- **Required work**
Output verbatim the line with "test('of a channel" together with every line beneath it, ending at the last line of the entries.

Segment Start: Provided information

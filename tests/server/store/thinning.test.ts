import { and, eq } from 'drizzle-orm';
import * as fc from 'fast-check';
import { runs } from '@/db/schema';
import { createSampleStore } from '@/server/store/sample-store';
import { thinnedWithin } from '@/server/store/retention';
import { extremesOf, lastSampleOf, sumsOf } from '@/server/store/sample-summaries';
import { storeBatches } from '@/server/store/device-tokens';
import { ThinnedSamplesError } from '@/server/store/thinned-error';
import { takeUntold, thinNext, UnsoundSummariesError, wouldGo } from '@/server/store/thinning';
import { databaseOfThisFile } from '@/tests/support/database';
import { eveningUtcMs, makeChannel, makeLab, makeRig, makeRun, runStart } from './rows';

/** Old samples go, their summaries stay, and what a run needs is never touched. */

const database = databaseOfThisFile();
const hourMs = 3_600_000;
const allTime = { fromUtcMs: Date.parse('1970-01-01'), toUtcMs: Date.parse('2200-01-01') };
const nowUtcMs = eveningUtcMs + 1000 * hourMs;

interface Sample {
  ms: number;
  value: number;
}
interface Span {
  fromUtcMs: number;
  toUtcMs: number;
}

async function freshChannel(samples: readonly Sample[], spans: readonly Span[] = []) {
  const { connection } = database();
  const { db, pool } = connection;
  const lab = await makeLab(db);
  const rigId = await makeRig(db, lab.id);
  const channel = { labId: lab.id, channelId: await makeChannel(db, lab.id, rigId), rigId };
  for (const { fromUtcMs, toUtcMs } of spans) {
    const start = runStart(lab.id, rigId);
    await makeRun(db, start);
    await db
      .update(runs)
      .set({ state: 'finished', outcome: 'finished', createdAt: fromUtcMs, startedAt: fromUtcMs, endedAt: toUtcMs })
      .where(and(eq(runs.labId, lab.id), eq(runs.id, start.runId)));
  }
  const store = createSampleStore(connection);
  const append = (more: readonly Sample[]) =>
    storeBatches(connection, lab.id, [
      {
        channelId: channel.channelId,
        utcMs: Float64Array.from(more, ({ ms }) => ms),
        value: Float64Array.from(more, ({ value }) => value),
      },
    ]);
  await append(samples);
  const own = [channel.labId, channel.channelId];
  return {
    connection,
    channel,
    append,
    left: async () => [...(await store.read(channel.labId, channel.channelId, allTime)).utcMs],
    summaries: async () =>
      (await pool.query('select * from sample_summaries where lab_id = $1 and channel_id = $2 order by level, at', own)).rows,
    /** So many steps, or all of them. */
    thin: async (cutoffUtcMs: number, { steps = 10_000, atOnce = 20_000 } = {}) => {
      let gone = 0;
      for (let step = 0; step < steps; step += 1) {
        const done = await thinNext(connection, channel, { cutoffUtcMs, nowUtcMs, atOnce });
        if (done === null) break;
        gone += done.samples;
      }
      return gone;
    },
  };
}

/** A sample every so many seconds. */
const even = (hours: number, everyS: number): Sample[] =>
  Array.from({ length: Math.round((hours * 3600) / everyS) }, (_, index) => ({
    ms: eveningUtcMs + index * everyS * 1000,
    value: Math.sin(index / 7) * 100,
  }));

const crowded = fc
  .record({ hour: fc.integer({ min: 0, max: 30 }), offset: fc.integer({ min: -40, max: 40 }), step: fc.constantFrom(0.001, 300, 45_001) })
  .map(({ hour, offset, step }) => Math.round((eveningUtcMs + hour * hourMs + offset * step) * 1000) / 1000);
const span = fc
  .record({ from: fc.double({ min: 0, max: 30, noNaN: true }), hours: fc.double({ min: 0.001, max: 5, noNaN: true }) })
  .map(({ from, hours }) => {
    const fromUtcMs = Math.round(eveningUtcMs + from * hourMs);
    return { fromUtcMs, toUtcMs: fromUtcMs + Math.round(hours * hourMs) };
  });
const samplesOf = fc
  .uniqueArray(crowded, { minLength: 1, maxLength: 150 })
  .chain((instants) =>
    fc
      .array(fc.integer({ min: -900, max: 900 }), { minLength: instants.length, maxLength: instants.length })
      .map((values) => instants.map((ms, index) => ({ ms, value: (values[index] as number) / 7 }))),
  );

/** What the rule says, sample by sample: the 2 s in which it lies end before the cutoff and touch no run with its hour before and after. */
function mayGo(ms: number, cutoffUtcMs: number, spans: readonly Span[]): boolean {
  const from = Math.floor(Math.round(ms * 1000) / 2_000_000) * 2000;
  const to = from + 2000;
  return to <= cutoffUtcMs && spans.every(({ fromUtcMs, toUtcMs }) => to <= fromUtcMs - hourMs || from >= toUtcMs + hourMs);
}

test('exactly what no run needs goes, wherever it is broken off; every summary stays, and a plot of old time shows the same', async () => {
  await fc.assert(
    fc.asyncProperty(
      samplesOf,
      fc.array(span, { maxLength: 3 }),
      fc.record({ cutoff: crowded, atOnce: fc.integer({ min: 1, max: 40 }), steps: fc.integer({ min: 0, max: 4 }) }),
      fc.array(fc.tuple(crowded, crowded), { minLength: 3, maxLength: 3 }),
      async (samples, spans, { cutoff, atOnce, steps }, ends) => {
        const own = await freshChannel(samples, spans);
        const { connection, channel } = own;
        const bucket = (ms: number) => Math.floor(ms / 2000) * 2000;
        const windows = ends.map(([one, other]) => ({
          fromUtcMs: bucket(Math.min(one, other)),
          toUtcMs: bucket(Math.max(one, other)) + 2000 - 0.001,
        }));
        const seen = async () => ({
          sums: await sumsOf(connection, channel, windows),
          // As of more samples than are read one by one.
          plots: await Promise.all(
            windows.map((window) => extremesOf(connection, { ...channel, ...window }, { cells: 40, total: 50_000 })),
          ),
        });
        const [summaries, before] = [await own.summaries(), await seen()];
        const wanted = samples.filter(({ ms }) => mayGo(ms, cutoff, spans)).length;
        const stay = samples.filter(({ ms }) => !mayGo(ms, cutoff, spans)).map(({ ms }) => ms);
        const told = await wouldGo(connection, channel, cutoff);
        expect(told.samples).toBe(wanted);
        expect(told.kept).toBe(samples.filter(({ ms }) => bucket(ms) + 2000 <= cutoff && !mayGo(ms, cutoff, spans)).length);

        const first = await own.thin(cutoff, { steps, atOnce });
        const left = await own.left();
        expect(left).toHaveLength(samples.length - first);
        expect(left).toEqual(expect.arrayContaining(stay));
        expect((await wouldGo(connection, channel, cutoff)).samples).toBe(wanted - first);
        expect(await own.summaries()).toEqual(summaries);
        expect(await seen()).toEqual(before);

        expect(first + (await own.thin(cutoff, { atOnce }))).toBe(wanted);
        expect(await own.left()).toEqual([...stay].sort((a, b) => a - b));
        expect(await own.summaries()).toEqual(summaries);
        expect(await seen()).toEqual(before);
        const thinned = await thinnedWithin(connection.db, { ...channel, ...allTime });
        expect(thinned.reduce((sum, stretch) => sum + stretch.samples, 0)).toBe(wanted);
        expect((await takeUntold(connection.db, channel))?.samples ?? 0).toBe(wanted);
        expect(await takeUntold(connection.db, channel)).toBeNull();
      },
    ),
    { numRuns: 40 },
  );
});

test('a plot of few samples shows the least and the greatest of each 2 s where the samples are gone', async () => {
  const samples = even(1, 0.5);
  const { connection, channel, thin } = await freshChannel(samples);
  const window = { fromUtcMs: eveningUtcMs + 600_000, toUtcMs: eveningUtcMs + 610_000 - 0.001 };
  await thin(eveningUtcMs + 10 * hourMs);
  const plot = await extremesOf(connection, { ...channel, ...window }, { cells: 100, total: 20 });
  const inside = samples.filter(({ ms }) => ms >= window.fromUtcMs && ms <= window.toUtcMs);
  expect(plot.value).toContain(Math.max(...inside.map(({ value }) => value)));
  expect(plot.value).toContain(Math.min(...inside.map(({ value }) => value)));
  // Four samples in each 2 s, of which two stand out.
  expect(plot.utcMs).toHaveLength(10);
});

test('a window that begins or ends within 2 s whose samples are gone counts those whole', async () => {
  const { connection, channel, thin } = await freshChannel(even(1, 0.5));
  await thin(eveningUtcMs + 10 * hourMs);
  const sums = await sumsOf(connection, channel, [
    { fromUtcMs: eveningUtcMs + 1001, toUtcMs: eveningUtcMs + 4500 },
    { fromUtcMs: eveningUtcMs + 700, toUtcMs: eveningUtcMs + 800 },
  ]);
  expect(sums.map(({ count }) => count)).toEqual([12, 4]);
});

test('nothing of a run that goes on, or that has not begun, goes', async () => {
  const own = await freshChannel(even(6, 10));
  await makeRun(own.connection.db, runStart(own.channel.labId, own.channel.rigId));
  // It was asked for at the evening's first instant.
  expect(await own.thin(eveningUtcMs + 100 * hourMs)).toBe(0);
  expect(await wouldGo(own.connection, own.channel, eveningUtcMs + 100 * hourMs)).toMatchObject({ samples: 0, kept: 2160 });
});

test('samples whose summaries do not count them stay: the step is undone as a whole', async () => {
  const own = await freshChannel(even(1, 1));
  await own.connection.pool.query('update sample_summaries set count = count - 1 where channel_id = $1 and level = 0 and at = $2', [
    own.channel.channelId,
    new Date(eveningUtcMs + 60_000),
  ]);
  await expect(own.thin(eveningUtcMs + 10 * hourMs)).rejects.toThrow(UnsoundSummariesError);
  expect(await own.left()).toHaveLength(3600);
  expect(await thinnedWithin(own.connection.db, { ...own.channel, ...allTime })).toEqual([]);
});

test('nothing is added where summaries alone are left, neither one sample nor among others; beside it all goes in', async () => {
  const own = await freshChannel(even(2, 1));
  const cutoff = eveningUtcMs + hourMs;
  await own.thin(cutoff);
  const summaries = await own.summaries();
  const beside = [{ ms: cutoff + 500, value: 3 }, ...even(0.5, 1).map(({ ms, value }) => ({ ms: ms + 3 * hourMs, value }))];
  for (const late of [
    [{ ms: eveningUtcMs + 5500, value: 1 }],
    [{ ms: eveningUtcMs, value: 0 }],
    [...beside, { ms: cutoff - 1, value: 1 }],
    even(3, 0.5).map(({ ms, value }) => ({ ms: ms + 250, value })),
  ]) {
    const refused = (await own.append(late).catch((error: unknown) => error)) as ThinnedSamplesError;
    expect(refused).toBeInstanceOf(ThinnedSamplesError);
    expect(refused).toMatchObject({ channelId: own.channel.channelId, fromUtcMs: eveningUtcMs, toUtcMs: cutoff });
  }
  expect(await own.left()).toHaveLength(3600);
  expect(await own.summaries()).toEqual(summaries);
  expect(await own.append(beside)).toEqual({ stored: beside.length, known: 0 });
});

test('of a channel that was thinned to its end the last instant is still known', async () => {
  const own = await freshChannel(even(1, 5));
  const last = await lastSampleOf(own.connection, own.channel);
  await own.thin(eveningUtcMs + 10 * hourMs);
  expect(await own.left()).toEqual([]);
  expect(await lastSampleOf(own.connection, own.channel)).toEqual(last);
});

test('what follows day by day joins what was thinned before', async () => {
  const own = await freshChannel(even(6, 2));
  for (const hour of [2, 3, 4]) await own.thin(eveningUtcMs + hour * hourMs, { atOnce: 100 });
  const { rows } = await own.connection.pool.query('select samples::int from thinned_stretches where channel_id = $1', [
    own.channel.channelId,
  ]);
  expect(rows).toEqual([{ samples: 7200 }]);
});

Segment End: Provided information

- **Exercise response**
test('of a channel that was thinned to its end the last instant is still known', async () => {
  const own = await freshChannel(even(1, 5));
  const last = await lastSampleOf(own.connection, own.channel);
  await own.thin(eveningUtcMs + 10 * hourMs);
  expect(await own.left()).toEqual([]);
  expect(await lastSampleOf(own.connection, own.channel)).toEqual(last);
});

test('what follows day by day joins what was thinned before', async () => {
  const own = await freshChannel(even(6, 2));
  for (const hour of [2, 3, 4]) await own.thin(eveningUtcMs + hour * hourMs, { atOnce: 100 });
  const { rows } = await own.connection.pool.query('select samples::int from thinned_stretches where channel_id = $1', [
    own.channel.channelId,
  ]);
  expect(rows).toEqual([{ samples: 7200 }]);
});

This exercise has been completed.